What to produce » Scan the entries line by line and return those with "detail".

(Material for this exercise Opens)

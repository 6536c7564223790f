#pragma once
// Sizing by several parameters for as many targets: damped Newton within bounds.

#include <algorithm>
#include <cmath>
#include <tepor/answers/impl/size_for.hpp>

namespace tepor {

namespace detail {

/// x := A^-1 x by elimination with pivots; false when A (row by row, n x n) is singular to 1e-12 of its rows.
inline bool solve_small(std::vector<double> A, std::vector<double>& x) {
    const std::size_t n = x.size();
    for (std::size_t i = 0; i < n; ++i) { // rows to size one, so that pivots tell
        double largest = 0.0;
        for (std::size_t j = 0; j < n; ++j) largest = std::max(largest, std::abs(A[i * n + j]));
        if (!(largest > 0.0)) return false;
        for (std::size_t j = 0; j < n; ++j) A[i * n + j] /= largest;
        x[i] /= largest;
    }
    for (std::size_t k = 0; k < n; ++k) {
        std::size_t p = k;
        for (std::size_t i = k; i < n; ++i)
            if (std::abs(A[i * n + k]) > std::abs(A[p * n + k])) p = i;
        if (!(std::abs(A[p * n + k]) > 1e-12)) return false;
        for (std::size_t j = 0; j < n; ++j) std::swap(A[k * n + j], A[p * n + j]);
        std::swap(x[k], x[p]);
        for (std::size_t i = k + 1; i < n; ++i) {
            const double f = A[i * n + k] / A[k * n + k];
            for (std::size_t j = k; j < n; ++j) A[i * n + j] -= f * A[k * n + j];
            x[i] -= f * x[k];
        }
    }
    for (std::size_t k = n; k-- > 0;) {
        for (std::size_t j = k + 1; j < n; ++j) x[k] -= A[k * n + j] * x[j];
        x[k] /= A[k * n + k];
    }
    return true;
}

class SeveralSizer {
  public:
    SeveralSizer(const Body& body, const std::vector<SizeBy>& parameters, const std::vector<SizeTo>& targets,
                 const SizeOptions& options)
        : body_(body), parameters_(parameters), targets_(targets), options_(options), n_(parameters.size()) {}

    SizedTogether run() {
        std::vector<double> u(n_);
        for (std::size_t j = 0; j < n_; ++j) {
            const SizeBy& by = parameters_[j];
            bounds_.push_back(size_bounds(body_, by.parameter, by.from, by.to));
            by_ratio_.push_back(bounds_[j].from > 0.0 && bounds_[j].to > 3.0 * bounds_[j].from);
            u[j] = to_scale(j, std::clamp(body_.value(by.parameter), bounds_[j].from, bounds_[j].to));
        }
        Tried now = at(u, nullptr);
        for (std::size_t i = 0; i < n_; ++i)
            scale_.push_back(std::max(
                {std::abs(targets_[i].target.value), std::abs(now.value[i] - targets_[i].target.value), 1e-300}));
        while (!met(now)) {
            std::vector<double> step(n_);
            for (std::size_t i = 0; i < n_; ++i) step[i] = -off(now, i);
            std::vector<double> J(n_ * n_);
            for (std::size_t i = 0; i < n_; ++i)
                for (std::size_t j = 0; j < n_; ++j) J[i * n_ + j] = now.slope[i * n_ + j] / scale_[i];
            if (!solve_small(J, step))
                return finish(std::move(now), SizeReason::unreachable,
                              "the parameters do not move the targets apart from each other; size one of them, or ask "
                              "for other targets");
            double share = 1.0;
            for (std::size_t j = 0; j < n_; ++j)
                if (by_ratio_[j]) share = std::min(share, 1.5 / std::max(1.5, std::abs(step[j])));
            const double before = norm(now);
            bool better = false;
            for (int halving = 0; halving < 12 && !better; ++halving, share *= 0.5) {
                std::vector<double> next = now.u;
                for (std::size_t j = 0; j < n_; ++j)
                    next[j] =
                        std::clamp(next[j] + share * step[j], to_scale(j, bounds_[j].from), to_scale(j, bounds_[j].to));
                if (next == now.u) break;
                if (solves_ >= options_.most_solves)
                    return finish(std::move(now), SizeReason::unreachable, "the solves ran out before the targets met");
                try {
                    Tried trial = at(next, &now.field);
                    if (norm(trial) < before) {
                        now = std::move(trial);
                        better = true;
                    }
                } catch (const Error& error) {
                    if (error.code() != ErrorCode::not_converged && error.code() != ErrorCode::singular &&
                        error.code() != ErrorCode::outside_table && error.code() != ErrorCode::bad_law)
                        throw;
                }
            }
            if (!better)
                return finish(std::move(now), SizeReason::unreachable,
                              "no values within the bounds come nearer to the targets");
        }
        return finish(std::move(now), SizeReason::found, "");
    }

  private:
    struct Tried {
        std::vector<double> u;
        Field field;
        std::vector<double> value;
        std::vector<double> slope; // targets x parameters, in the scale of the search
    };

    [[nodiscard]] double to_scale(std::size_t j, double x) const { return by_ratio_[j] ? std::log(x) : x; }
    [[nodiscard]] double from_scale(std::size_t j, double u) const {
        return std::clamp(by_ratio_[j] ? std::exp(u) : u, bounds_[j].from, bounds_[j].to);
    }

    Tried at(const std::vector<double>& u, const Field* near) {
        ++solves_;
        Tried tried;
        tried.u = u;
        for (std::size_t j = 0; j < n_; ++j) body_.set(parameters_[j].parameter, from_scale(j, u[j]));
        SteadyOptions start;
        start.from = near;
        tried.field = steady(body_, start);
        for (const SizeTo& to : targets_) {
            const Gradient slope = gradient(tried.field, to.quantity);
            tried.value.push_back(slope.value());
            for (std::size_t j = 0; j < n_; ++j)
                tried.slope.push_back(slope[parameters_[j].parameter] * (by_ratio_[j] ? from_scale(j, u[j]) : 1.0));
        }
        return tried;
    }

    [[nodiscard]] double off(const Tried& t, std::size_t i) const {
        const Target& target = targets_[i].target;
        const double margin = 0.5 * options_.tolerance * scale_[i];
        const double aim = target.kind == Target::Kind::at_most
                               ? target.value - margin
                               : (target.kind == Target::Kind::at_least ? target.value + margin : target.value);
        return (t.value[i] - aim) / scale_[i];
    }
    [[nodiscard]] double norm(const Tried& t) const {
        double sum = 0.0;
        for (std::size_t i = 0; i < n_; ++i) sum += off(t, i) * off(t, i);
        return std::sqrt(sum);
    }
    [[nodiscard]] bool met(const Tried& t) const {
        for (std::size_t i = 0; i < n_; ++i)
            if (!(std::abs(off(t, i)) <= (targets_[i].target.limit() ? 0.499 : 1.0) * options_.tolerance)) return false;
        return true;
    }

    SizedTogether finish(Tried now, SizeReason reason, const char* why) {
        SizedTogether out;
        out.reason = reason;
        for (std::size_t j = 0; j < n_; ++j) out.values.push_back(from_scale(j, now.u[j]));
        out.reached = now.value;
        out.field = std::move(now.field);
        out.solves = solves_;
        out.message = why;
        if (!out.message.empty()) out.message += "; nearest: ";
        for (std::size_t j = 0; j < n_; ++j)
            out.message += text(j > 0 ? ", \"" : "\"", parameters_[j].parameter.name(), "\" = ", out.values[j]);
        out.message += " gives ";
        for (std::size_t i = 0; i < n_; ++i)
            out.message += text(i > 0 ? ", " : "", targets_[i].quantity.label(), " = ", out.reached[i], " ",
                                targets_[i].quantity.unit(), " for ", targets_[i].target.value);
        return out;
    }

    Body body_;
    const std::vector<SizeBy>& parameters_;
    const std::vector<SizeTo>& targets_;
    const SizeOptions& options_;
    std::size_t n_;
    std::vector<SizeBounds> bounds_;
    std::vector<bool> by_ratio_;
    std::vector<double> scale_;
    Index solves_ = 0;
};

} // namespace detail

TEPOR_INLINE SizedTogether size_for(const Body& body, const std::vector<SizeBy>& parameters,
                                    const std::vector<SizeTo>& targets, const SizeOptions& options) {
    detail::validate(options);
    if (parameters.empty() || parameters.size() != targets.size())
        throw Error(ErrorCode::contradiction, "targets",
                    detail::text("size_for: ", parameters.size(), " parameters for ", targets.size(),
                                 " targets; give as many of one as of the other"));
    return detail::SeveralSizer(body, parameters, targets, options).run();
}

} // namespace tepor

(Material for this exercise Closes)

Answer section »
namespace detail {
} // namespace detail
    detail::validate(options);
                    detail::text("size_for: ", parameters.size(), " parameters for ", targets.size(),
    return detail::SeveralSizer(body, parameters, targets, options).run();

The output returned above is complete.